[Data extracted from a collection]

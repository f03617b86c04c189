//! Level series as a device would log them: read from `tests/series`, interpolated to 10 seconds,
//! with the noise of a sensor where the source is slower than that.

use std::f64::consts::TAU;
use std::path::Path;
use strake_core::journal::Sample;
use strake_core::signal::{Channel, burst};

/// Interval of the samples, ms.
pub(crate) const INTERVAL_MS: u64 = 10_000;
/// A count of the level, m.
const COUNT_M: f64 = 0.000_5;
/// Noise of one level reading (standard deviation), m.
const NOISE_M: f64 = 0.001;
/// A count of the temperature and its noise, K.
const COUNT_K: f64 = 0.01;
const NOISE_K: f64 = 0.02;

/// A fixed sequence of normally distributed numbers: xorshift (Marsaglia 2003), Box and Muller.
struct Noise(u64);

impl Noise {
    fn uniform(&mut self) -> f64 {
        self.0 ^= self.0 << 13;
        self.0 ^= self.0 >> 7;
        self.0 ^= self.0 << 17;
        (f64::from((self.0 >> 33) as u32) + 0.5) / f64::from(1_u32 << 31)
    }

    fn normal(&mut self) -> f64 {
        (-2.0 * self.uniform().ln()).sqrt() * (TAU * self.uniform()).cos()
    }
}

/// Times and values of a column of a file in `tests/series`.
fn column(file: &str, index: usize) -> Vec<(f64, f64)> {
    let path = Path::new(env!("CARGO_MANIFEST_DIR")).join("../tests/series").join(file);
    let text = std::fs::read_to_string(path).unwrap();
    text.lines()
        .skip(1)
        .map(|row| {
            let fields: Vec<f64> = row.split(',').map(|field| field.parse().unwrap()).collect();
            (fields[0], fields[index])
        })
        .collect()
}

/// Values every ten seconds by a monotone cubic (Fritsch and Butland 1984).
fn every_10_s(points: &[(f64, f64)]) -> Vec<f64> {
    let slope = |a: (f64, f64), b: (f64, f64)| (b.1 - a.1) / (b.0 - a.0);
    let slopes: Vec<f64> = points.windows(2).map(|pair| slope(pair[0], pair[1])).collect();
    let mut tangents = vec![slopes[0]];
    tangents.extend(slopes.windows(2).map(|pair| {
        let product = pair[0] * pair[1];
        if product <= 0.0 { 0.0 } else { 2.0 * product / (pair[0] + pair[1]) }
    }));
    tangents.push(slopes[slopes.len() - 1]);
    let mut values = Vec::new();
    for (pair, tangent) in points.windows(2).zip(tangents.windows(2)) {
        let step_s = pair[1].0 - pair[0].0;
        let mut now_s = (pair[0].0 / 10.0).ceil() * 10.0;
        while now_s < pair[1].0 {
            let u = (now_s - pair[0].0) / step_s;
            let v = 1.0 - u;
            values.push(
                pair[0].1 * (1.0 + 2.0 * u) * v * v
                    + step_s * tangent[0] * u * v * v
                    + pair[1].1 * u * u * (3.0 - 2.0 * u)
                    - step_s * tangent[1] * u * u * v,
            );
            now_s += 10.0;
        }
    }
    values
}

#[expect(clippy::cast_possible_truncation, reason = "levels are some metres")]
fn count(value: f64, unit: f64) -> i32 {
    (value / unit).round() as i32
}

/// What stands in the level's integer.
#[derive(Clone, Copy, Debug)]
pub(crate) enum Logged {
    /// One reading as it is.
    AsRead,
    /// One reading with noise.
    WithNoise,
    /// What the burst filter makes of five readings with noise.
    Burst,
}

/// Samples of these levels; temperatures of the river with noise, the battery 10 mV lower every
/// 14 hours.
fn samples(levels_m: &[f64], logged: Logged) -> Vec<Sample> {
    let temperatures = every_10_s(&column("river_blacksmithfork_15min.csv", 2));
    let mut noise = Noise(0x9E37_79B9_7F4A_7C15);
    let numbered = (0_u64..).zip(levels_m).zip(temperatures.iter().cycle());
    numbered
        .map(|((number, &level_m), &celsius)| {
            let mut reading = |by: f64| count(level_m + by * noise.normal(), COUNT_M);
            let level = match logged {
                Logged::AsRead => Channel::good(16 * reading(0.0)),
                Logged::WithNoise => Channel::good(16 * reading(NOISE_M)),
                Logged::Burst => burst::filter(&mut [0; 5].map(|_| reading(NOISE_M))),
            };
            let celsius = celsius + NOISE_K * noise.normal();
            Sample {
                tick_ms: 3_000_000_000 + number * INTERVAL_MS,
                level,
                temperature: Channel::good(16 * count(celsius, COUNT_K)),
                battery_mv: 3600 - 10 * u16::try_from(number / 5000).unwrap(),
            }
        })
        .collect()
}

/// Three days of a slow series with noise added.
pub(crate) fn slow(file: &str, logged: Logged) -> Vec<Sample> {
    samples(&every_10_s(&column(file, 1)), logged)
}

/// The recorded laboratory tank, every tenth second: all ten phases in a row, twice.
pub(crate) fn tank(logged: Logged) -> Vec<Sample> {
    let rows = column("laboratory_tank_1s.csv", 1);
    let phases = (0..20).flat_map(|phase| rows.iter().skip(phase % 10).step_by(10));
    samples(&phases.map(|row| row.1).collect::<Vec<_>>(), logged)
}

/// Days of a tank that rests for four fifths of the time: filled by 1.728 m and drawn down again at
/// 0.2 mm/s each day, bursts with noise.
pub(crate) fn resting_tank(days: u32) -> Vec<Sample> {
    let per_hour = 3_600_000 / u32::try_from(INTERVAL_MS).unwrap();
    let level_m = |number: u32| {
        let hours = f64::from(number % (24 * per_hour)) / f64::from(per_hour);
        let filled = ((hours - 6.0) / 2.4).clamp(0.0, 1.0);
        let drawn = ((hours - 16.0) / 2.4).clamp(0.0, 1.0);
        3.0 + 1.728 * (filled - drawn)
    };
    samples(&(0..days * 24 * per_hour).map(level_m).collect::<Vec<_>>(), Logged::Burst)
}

What to work on:
An exact repeat of all the entries above is required.

Solution for this exercise:
repository f03617b86c04c189
//! Level series as a device would log them: read from `tests/series`, interpolated to 10 seconds,
//! with the noise of a sensor where the source is slower than that.

use std::f64::consts::TAU;
use std::path::Path;
use strake_core::journal::Sample;
use strake_core::signal::{Channel, burst};

/// Interval of the samples, ms.
pub(crate) const INTERVAL_MS: u64 = 10_000;
/// A count of the level, m.
const COUNT_M: f64 = 0.000_5;
/// Noise of one level reading (standard deviation), m.
const NOISE_M: f64 = 0.001;
/// A count of the temperature and its noise, K.
const COUNT_K: f64 = 0.01;
const NOISE_K: f64 = 0.02;

/// A fixed sequence of normally distributed numbers: xorshift (Marsaglia 2003), Box and Muller.
struct Noise(u64);

impl Noise {
    fn uniform(&mut self) -> f64 {
        self.0 ^= self.0 << 13;
        self.0 ^= self.0 >> 7;
        self.0 ^= self.0 << 17;
        (f64::from((self.0 >> 33) as u32) + 0.5) / f64::from(1_u32 << 31)
    }

    fn normal(&mut self) -> f64 {
        (-2.0 * self.uniform().ln()).sqrt() * (TAU * self.uniform()).cos()
    }
}

/// Times and values of a column of a file in `tests/series`.
fn column(file: &str, index: usize) -> Vec<(f64, f64)> {
    let path = Path::new(env!("CARGO_MANIFEST_DIR")).join("../tests/series").join(file);
    let text = std::fs::read_to_string(path).unwrap();
    text.lines()
        .skip(1)
        .map(|row| {
            let fields: Vec<f64> = row.split(',').map(|field| field.parse().unwrap()).collect();
            (fields[0], fields[index])
        })
        .collect()
}

/// Values every ten seconds by a monotone cubic (Fritsch and Butland 1984).
fn every_10_s(points: &[(f64, f64)]) -> Vec<f64> {
    let slope = |a: (f64, f64), b: (f64, f64)| (b.1 - a.1) / (b.0 - a.0);
    let slopes: Vec<f64> = points.windows(2).map(|pair| slope(pair[0], pair[1])).collect();
    let mut tangents = vec![slopes[0]];
    tangents.extend(slopes.windows(2).map(|pair| {
        let product = pair[0] * pair[1];
        if product <= 0.0 { 0.0 } else { 2.0 * product / (pair[0] + pair[1]) }
    }));
    tangents.push(slopes[slopes.len() - 1]);
    let mut values = Vec::new();
    for (pair, tangent) in points.windows(2).zip(tangents.windows(2)) {
        let step_s = pair[1].0 - pair[0].0;
        let mut now_s = (pair[0].0 / 10.0).ceil() * 10.0;
        while now_s < pair[1].0 {
            let u = (now_s - pair[0].0) / step_s;
            let v = 1.0 - u;
            values.push(
                pair[0].1 * (1.0 + 2.0 * u) * v * v
                    + step_s * tangent[0] * u * v * v
                    + pair[1].1 * u * u * (3.0 - 2.0 * u)
                    - step_s * tangent[1] * u * u * v,
            );
            now_s += 10.0;
        }
    }
    values
}

#[expect(clippy::cast_possible_truncation, reason = "levels are some metres")]
fn count(value: f64, unit: f64) -> i32 {
    (value / unit).round() as i32
}

/// What stands in the level's integer.
#[derive(Clone, Copy, Debug)]
pub(crate) enum Logged {
    /// One reading as it is.
    AsRead,
    /// One reading with noise.
    WithNoise,
    /// What the burst filter makes of five readings with noise.
    Burst,
}

/// Samples of these levels; temperatures of the river with noise, the battery 10 mV lower every
/// 14 hours.
fn samples(levels_m: &[f64], logged: Logged) -> Vec<Sample> {
    let temperatures = every_10_s(&column("river_blacksmithfork_15min.csv", 2));
    let mut noise = Noise(0x9E37_79B9_7F4A_7C15);
    let numbered = (0_u64..).zip(levels_m).zip(temperatures.iter().cycle());
    numbered
        .map(|((number, &level_m), &celsius)| {
            let mut reading = |by: f64| count(level_m + by * noise.normal(), COUNT_M);
            let level = match logged {
                Logged::AsRead => Channel::good(16 * reading(0.0)),
                Logged::WithNoise => Channel::good(16 * reading(NOISE_M)),
                Logged::Burst => burst::filter(&mut [0; 5].map(|_| reading(NOISE_M))),
            };
            let celsius = celsius + NOISE_K * noise.normal();
            Sample {
                tick_ms: 3_000_000_000 + number * INTERVAL_MS,
                level,
                temperature: Channel::good(16 * count(celsius, COUNT_K)),
                battery_mv: 3600 - 10 * u16::try_from(number / 5000).unwrap(),
            }
        })
        .collect()
}

/// Three days of a slow series with noise added.
pub(crate) fn slow(file: &str, logged: Logged) -> Vec<Sample> {
    samples(&every_10_s(&column(file, 1)), logged)
}

/// The recorded laboratory tank, every tenth second: all ten phases in a row, twice.
pub(crate) fn tank(logged: Logged) -> Vec<Sample> {
    let rows = column("laboratory_tank_1s.csv", 1);
    let phases = (0..20).flat_map(|phase| rows.iter().skip(phase % 10).step_by(10));
    samples(&phases.map(|row| row.1).collect::<Vec<_>>(), logged)
}

/// Days of a tank that rests for four fifths of the time: filled by 1.728 m and drawn down again at
/// 0.2 mm/s each day, bursts with noise.
pub(crate) fn resting_tank(days: u32) -> Vec<Sample> {
    let per_hour = 3_600_000 / u32::try_from(INTERVAL_MS).unwrap();
    let level_m = |number: u32| {
        let hours = f64::from(number % (24 * per_hour)) / f64::from(per_hour);
        let filled = ((hours - 6.0) / 2.4).clamp(0.0, 1.0);
        let drawn = ((hours - 16.0) / 2.4).clamp(0.0, 1.0);
        3.0 + 1.728 * (filled - drawn)
    };
    samples(&(0..days * 24 * per_hour).map(level_m).collect::<Vec<_>>(), Logged::Burst)
}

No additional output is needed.